**What to produce**
Would you return the lines from the one that contains "from orchil_schemas import FloatArray" to the last line of the entries below, exactly and with nothing added?

**Source records**
"""Stage `spectrum`: absorption spectrum of all states, and what a layer takes out of a lamp, a laser or the sun."""

from .stage import MakeSpectrum, SpectrumSettings

__all__ = ["MakeSpectrum", "SpectrumSettings"]
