def test_records_are_whole_and_ordered(run: Run, predictor: Predictor) -> None:
    geometry = predictor(NITROANILINE, "gas phase").geometry
    orbitals, found = run(geometry)
    assert len(found.energy_ev) == Excite().Settings().states >= 10
    assert (np.diff(found.energy_ev) >= 0).all()
    assert (found.oscillator_strength >= 0).all()
    for share in (found.overlap, found.charge_transfer_share, found.pi_share, found.leading_weight):
        assert ((share >= 0) & (share <= 1)).all()
    assert ((found.long_axis_angle_deg >= 0) & (found.long_axis_angle_deg <= 90)).all()
    assert (orbitals.occupied_window, orbitals.virtual_window) == (16, 16)
    assert orbitals.gap_ev == pytest.approx(orbitals.lumo_ev - orbitals.homo_ev)
    assert orbitals.overlap_error < 1e-5
    assert orbitals.dipole_error_debye < 1e-3
    assert orbitals.partial_charges_e.sum() == pytest.approx(0, abs=1e-6)


def test_numbers_of_a_state_agree_with_each_other(run: Run, predictor: Predictor) -> None:
    """f = 2/3 E mu^2 in atomic units; one electron moved by one angstrom is 4.803 D."""
    _, found = run(predictor(NITROANILINE, "gas phase").geometry)
    squared = (found.transition_dipole_debye**2).sum(axis=1) / DEBYE_PER_E_BOHR**2
    expected = 2 / 3 * found.energy_ev / EV_PER_HARTREE * squared
    assert found.oscillator_strength == pytest.approx(expected, rel=1e-6, abs=1e-12)
    assert found.electron_shift_angstrom == pytest.approx(np.linalg.norm(found.shift_angstrom, axis=1))
    expected = -found.shift_angstrom * DEBYE_PER_E_ANGSTROM
    assert found.dipole_change_debye == pytest.approx(expected, rel=1e-6, abs=1e-9)


def test_the_same_work_gives_the_same_records(run: Run, predictor: Predictor) -> None:
    geometry = predictor(NITRO_THIOPHENE, "gas phase").geometry
    first, second = (tuple(record.digest for record in run(geometry, WATER)) for _ in range(2))
    assert first == second


def test_more_states_leave_the_lower_ones_alone(run: Run, predictor: Predictor) -> None:
    geometry = predictor(NITRO_THIOPHENE, "gas phase").geometry
    few, many = (run(geometry, WATER, states=count)[1].energy_ev for count in (5, 20))
    assert len(many) == 20
    assert few == pytest.approx(many[:5], abs=1e-9)


@pytest.mark.parametrize(("smiles", "occupied", "virtual", "states"), [("O", 4, 2, 8), ("C=O", 6, 4, 12)])
def test_small_molecules_have_small_windows(smiles: str, occupied: int, virtual: int, states: int, run: Run) -> None:
    """Water: 4 valence pairs in 6 functions, so 8 single excitations; formaldehyde: 6 pairs in 10."""
    orbitals, found = run(_geometry(_embedded(smiles)))
    assert (orbitals.occupied_window, orbitals.virtual_window) == (occupied, virtual)
    assert len(found.energy_ev) == states


def test_without_virtual_orbitals_nothing_is_excited(run: Run) -> None:
    """Fluoride in its valence basis is full."""
    with pytest.raises(BadResult, match="nothing can be excited"):
        run(_placed(np.array([9]), np.zeros((1, 3)), -1))


def test_a_negative_excitation_is_refused(run: Run, monkeypatch: pytest.MonkeyPatch) -> None:
    low = start_parameters().vector
    low[index()["constant"]] = -20.0
    monkeypatch.setattr("orchil_stages.excite.parameters.trained_parameters", lambda: Parameters(low))
    with pytest.raises(BadResult, match="no sound closed-shell ground state"):
        run(_geometry(_embedded("C=O")))


# derivatives


@pytest.mark.parametrize(("medium", "state"), [(GAS, 0), (WATER, 0), (WATER, 2)])
def test_gradient_over_the_trained_numbers(medium: Medium, state: int, predictor: Predictor) -> None:
    """Hellmann-Feynman against central differences, exact as long as the solvent numbers are zero."""
    geometry = predictor(NITRO_THIOPHENE, "gas phase").geometry
    opened = open_states(geometry, medium, 8, 8)
    prepared, dipole = prepare(opened.window), opened.wave.dipole
    vector = _moved_off_the_start()

    def energy(at: FloatArray) -> float:
        return float(solve_states(prepared, Parameters(at), medium, dipole, 6)[0].energies[state])

    states, terms = solve_states(prepared, Parameters(vector), medium, dipole, 6)
    assert np.diff(states.energies).min() > 1e-3  # no crossing within the step
    found = energy_gradient(prepared, Parameters(vector), states.amplitudes[state], terms[state])
    step = 1e-5
    moves = step * np.eye(len(vector))
    expected = np.array([energy(vector + move) - energy(vector - move) for move in moves]) / (2 * step)
    assert found == pytest.approx(expected, rel=1e-4, abs=1e-6)
    assert np.count_nonzero(np.abs(found) > 1e-3) > 40


def _moved_off_the_start() -> FloatArray:
    vector = start_parameters().vector
    change = 0.05 * np.random.default_rng(5).standard_normal(len(vector))
    change[[index()[name] for name in SOLVENT_NAMES]] = 0.0
    return vector + change


def test_parameter_file_may_lack_names_but_not_invent_them() -> None:
    some = load_parameters('{"parameters": {"gap_scale": 1.5}}')
    assert some["gap_scale"] == 1.5
    assert some["coulomb_length"] == start_parameters()["coulomb_length"]
    with pytest.raises(ValueError, match="unknown parameters: gap_scales"):
        load_parameters('{"parameters": {"gap_scales": 1.5}}')
    assert len(set(names())) == len(names()) == len(start_parameters().vector)
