"""Stored spectra are rounded, so that a store of tens of thousands of dyes stays small."""

from __future__ import annotations

import numpy as np
from orchil_schemas import FloatArray

_NOTHING = 1e-7
"""Values below this share of the largest are nothing."""


def rounded(values: FloatArray, digits: int = 5) -> FloatArray:
    """Values of one sign to some significant digits; the far tails become zero."""
    largest = float(np.abs(values).max(initial=0.0))
    if largest == 0.0:
        return values
    kept = np.where(np.abs(values) < _NOTHING * largest, 0.0, values)
    scale = 10.0 ** (digits - 1 - np.floor(np.log10(np.where(kept == 0, 1.0, np.abs(kept)))))
    return np.asarray(np.round(kept * scale) / scale)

**Task output**
from orchil_schemas import FloatArray

_NOTHING = 1e-7
"""Values below this share of the largest are nothing."""


def rounded(values: FloatArray, digits: int = 5) -> FloatArray:
    """Values of one sign to some significant digits; the far tails become zero."""
    largest = float(np.abs(values).max(initial=0.0))
    if largest == 0.0:
        return values
    kept = np.where(np.abs(values) < _NOTHING * largest, 0.0, values)
    scale = 10.0 ** (digits - 1 - np.floor(np.log10(np.where(kept == 0, 1.0, np.abs(kept)))))
    return np.asarray(np.round(kept * scale) / scale)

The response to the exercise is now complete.